Main PXT3003 development milestones remain unchanged: adaptive design and futility analysis still planned by the end of 2017, results of the PLEO-CMT trial still expected in the second half of 2018, most likely in Q3. The statistical analysis plan will take the amendment into consideration. The data will form the basis of the submission package for market approval in the first quarter of 2019. Long-term safety data from PLEO-CMT-FU would then be submitted to regulatory authorities during their review of the marketing authorization application. Pharnext expects PXT3003 market approval during the second half of 2019, as scheduled.
As previously communicated, the independent Data Safety Monitoring Board (iDSMB) evaluated the safety data of all patients on September 5th, 2017, as it had no safety concern for both PXT3003 doses, it recommended study continuation. Of note, in agreement with regulatory agencies, the dose 2 was included in the PLEO-CMT study based on the dose response from the Phase 2 trial. Only the dose 1 was evaluated in the Phase 2 trial and demonstrated safety, tolerability and improvement beyond stabilization of CMT1A patient disability.
“We have found a satisfactory solution for this unexpected stability event of the PXT3003 highest dose that was not previously investigated in our Phase 2 trial.” said Daniel Cohen, M.D., Ph.D., Co-Founder and Chief Executive Officer of Pharnext. “All our objectives and development milestones remain unchanged and we look forward to bringing this innovative therapy to CMT1A patients.”
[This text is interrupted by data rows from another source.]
import { describe, it, expect, beforeAll } from 'vitest';
import { mkdtempSync, writeFileSync, readFileSync, existsSync } from 'node:fs';
import { tmpdir } from 'node:os';
import { join } from 'node:path';
import { runCli } from '../../src/cli/main.ts';
import { memoryIO } from '../../src/cli/io.ts';
import { Rng } from '../../src/util/rng.ts';

let dir: string;
let csv: string;
beforeAll(() => {
  // a small Friedman #1 table (Friedman 1991, Ann. Statist. 19): y depends on x1..x5 only
  dir = mkdtempSync(join(tmpdir(), 'surmise-rank-'));
  csv = join(dir, 'friedman.csv');
  const rng = new Rng(12);
  const lines = ['x1,x2,x3,x4,x5,x6,x7,y'];
  for (let i = 0; i < 800; i++) {
    const x = Array.from({ length: 7 }, () => rng.next());
    const y = 10 * Math.sin(Math.PI * x[0]! * x[1]!) + 20 * (x[2]! - 0.5) ** 2 + 10 * x[3]! + 5 * x[4]! + rng.normal();
    lines.push([...x.map((v) => v.toFixed(6)), y.toFixed(6)].join(','));
  }
  writeFileSync(csv, lines.join('\n') + '\n');
});

const FAST = ['--workers', '0', '--hidden', '16,16', '--epochs', '15', '--seeds', '2', '--method', 'saliency,permutation'];

describe('surmise rank', () => {
  it('--json prints one object with the documented fields', async () => {
    const io = memoryIO(dir);
    const code = await runCli(['rank', 'friedman.csv', '--target', 'y', '--json', ...FAST], io);
    expect(code, io.err).toBe(0);
    const r = JSON.parse(io.out);
    expect(r.target).toBe('y');
    expect(r.task).toBe('regression');
    expect(r.model.metric).toBe('r2');
    expect(typeof r.model.score).toBe('number');
    expect(typeof r.model.baselines.constant.score).toBe('number');
    expect(typeof r.model.baselines.ridge.score).toBe('number');
    // second figure, RMSE, for the network and both baselines. On the same held-out rows
    // R² = 1 − SSE/SST with one SST, so (1 − R²_a)/(1 − R²_b) = RMSE_a²/RMSE_b² exactly (definitions of R² and RMSE)
    expect(r.model.secondary.metric).toBe('rmse');
    for (const b of [r.model.baselines.ridge, r.model.baselines.constant]) {
      expect(b.secondary.metric).toBe('rmse');
      b.secondary.perRepeat.forEach((rmseB: number, k: number) => {
        const rmseN = r.model.secondary.perRepeat[k];
        expect((1 - r.model.perRepeat[k]) / (1 - b.perRepeat[k])).toBeCloseTo((rmseN / rmseB) ** 2, 8);
      });
    }
    expect(r.ranking).toHaveLength(7);
    for (const e of r.ranking) expect(Object.keys(e).sort()).toEqual(['aboveNoise', 'feature', 'high', 'low', 'noiseReference', 'score']);
    // the noise level: six probes (default), their reference on every entry, probes never ranked
    expect(r.noise.probes).toHaveLength(6);
    for (const e of r.ranking) expect(e.noiseReference).toBe(r.noise.reference);
    expect(r.ranking.some((e: { feature: string }) => e.feature.startsWith('probe'))).toBe(false);
    // sorted best first
    for (let i = 1; i < r.ranking.length; i++) expect(r.ranking[i - 1].score).toBeGreaterThanOrEqual(r.ranking[i].score);
    expect(Object.keys(r.methods).sort()).toEqual(['permutation', 'saliency']);
    expect(r.rankingMethod).toBe('consensus');
    expect(r.rows.inputRows).toBe(800);
    expect(r.seeds).toEqual([1, 2]);
    // which engine ran is said: auto picks native when it loads (SURMISE_ENGINE may force one)
    expect(r.model.engine).toBe(process.env.SURMISE_ENGINE === 'tfjs' ? 'tfjs' : 'native');
    // x6, x7 are inert in Friedman #1: both rank below x4 (largest total effect, fixture attribution-benchmarks.json)
    const pos = (f: string) => r.ranking.findIndex((e: { feature: string }) => e.feature === f);
    expect(pos('x6')).toBeGreaterThan(pos('x4'));
    expect(pos('x7')).toBeGreaterThan(pos('x4'));
    // progress went to stderr as plain lines (not a TTY), stdout is the JSON alone
    expect(io.out.trim().split('\n')).toHaveLength(1);
  }, 120_000);

  it('text report: skill beside baselines, row report, aligned ranking with bars', async () => {
    const io = memoryIO(dir);
    const code = await runCli(['rank', 'friedman.csv', '--target', 'y', '--no-progress', ...FAST, '--seeds', '1'], io);
    expect(code, io.err).toBe(0);
    expect(io.err).toBe('');
    expect(io.out).toMatch(/ridge baseline +-?\d\.\d{3}/);
    expect(io.out).toMatch(/constant baseline +-?\d\.\d{3}/);
    expect(io.out).toMatch(/rows: kept 800 of 800 rows; nothing dropped/);
    expect(io.out).toMatch(/network 16×16 \((native|tfjs) engine\)/);
    expect(io.out).toMatch(/ {4}1 {2}x\d +0\.\d{3} {2}\[0\.\d{3}, 0\.\d{3}\] +(above|at noise) +█+/);
    expect(io.out).toMatch(/ {2}--- {2}noise level 0\.\d{3} \(probes' upper reference\) -+\n/);
    expect(io.out).toMatch(/noise level: 3 permuted copies \(of x\d, x\d, x\d\) and 3 Gaussian columns trained and attributed in every repeat/);
  }, 120_000);

  it('a bad target exits 2 with the table layer’s message', async () => {
    const io = memoryIO(dir);
    const code = await runCli(['rank', 'friedman.csv', '--target', 'yy', ...FAST], io);
    expect(code).toBe(2);
    expect(io.err).toMatch(/^surmise: .*'yy'.*did you mean 'y'\?.*\[dataset\.unknownColumn\]\n$/);
    expect(io.err.split('\n')).toHaveLength(2); // one line, no stack trace
  });

  it('bad options exit 2 naming the option', async () => {
    const cases: Array<[string[], RegExp]> = [
      [['--method', 'shapley'], /--method shapley: 'shapley' is not an attribution method/],
      [['--seeds', '0'], /expected --seeds to be an integer ≥ 1, got 0 \[option\.badValue\]/],
      [['--folds', '1'], /--folds to be 0 \(one random split\) or at least 2, got 1/],
      [['--hidden', '16,x'], /expected --hidden \(each layer width\) to be an integer, got 'x'/],
      [['--task', 'regresion'], /--task regresion: expected auto, regression or classification \(did you mean 'regression'\?\)/],
      [['--split', 'kfold:1'], /kfold needs a whole number of folds >= 2/],
      [['--permutation-loss', 'entropy'], /--permutation-loss entropy: expected error or cross-entropy/],
      [['--workers', '-1'], /expected --workers to be an integer ≥ 0, got -1/],
      [['--probes', '51'], /expected --probes to be at most 50 \(its ceiling\), got 51/],
      [['--engine', 'gpu'], /--engine gpu: expected auto, native or tfjs \[option\.badValue\]/],
    ];
    for (const [args, re] of cases) {
      const io = memoryIO(dir);
      expect(await runCli(['rank', 'friedman.csv', '--target', 'y', ...args], io), args.join(' ')).toBe(2);
      expect(io.err, args.join(' ')).toMatch(re);
    }
  });

  it('--out writes rank.json and refuses to overwrite it without --force', async () => {
    const out = join(dir, 'results');
    const io = memoryIO(dir);
    expect(await runCli(['rank', 'friedman.csv', '--target', 'y', '--out', 'results', '--no-progress', ...FAST, '--seeds', '1', '--method', 'saliency'], io), io.err).toBe(0);
    const saved = readFileSync(join(out, 'rank.json'), 'utf8');
    expect(JSON.parse(saved).target).toBe('y');
    const again = memoryIO(dir);
    expect(await runCli(['rank', 'friedman.csv', '--target', 'y', '--out', 'results', ...FAST], again)).toBe(2);
    expect(again.err).toMatch(/results\/rank\.json already exists; pass --force to replace it \[output\.exists\]/);
    expect(readFileSync(join(out, 'rank.json'), 'utf8')).toBe(saved);
    expect(existsSync(join(out, 'rank.json'))).toBe(true);
  }, 120_000);
});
PXT3003, developed using Pharnext’s R&D platform PLEOTHERAPYTM, is a novel oral fixed-low dose combination of (RS)-baclofen, naltrexone hydrochloride and D-sorbitol with Orphan Drug Designation in Europe and the United States.
Pharnext is an advanced clinical-stage biopharmaceutical company founded by renowned scientists and entrepreneurs including Professor Daniel Cohen, a pioneer in modern genomics. Pharnext has two lead products in clinical development. PXT3003 is currently in an international Phase 3 trial for the treatment of Charcot-Marie-Tooth disease type 1A and benefits from orphan drug status in Europe and the United States. PXT864 has generated positive Phase 2 results in Alzheimer’s disease. Pharnext is the pioneer of a new drug discovery paradigm: PLEOTHERAPY™. The Company identifies and develops synergic combinations of repositioned drugs at new optimal lower doses. These PLEODRUG™ offer several key advantages: efficacy, safety and intellectual property including several product or composition of matter patents already granted. The Company is supported by a world-class scientific team.
Pharnext is listed on Euronext Growth Stock Exchange in Paris (ISIN code: FR00111911287).
For more information, visit www.pharnext.com
This press release contains certain forward-looking statements concerning Pharnext and its business. Such forward-looking statements are based on assumptions that Pharnext considers to be reasonable. However, there can be no assurance that the estimates contained in such forward-looking statements will be verified, which estimates are subject to numerous risks including the risks set forth in the Company’s document de base registered by the French Financial Markets Authority (Autorité des marchés financiers) on June 2, 2016 under number I.16-0050 (a copy of which is available on www.pharnext.com). The occurrence of all or part of such risks could cause actual results or achievements of Pharnext to be materially different from such forward-looking statements.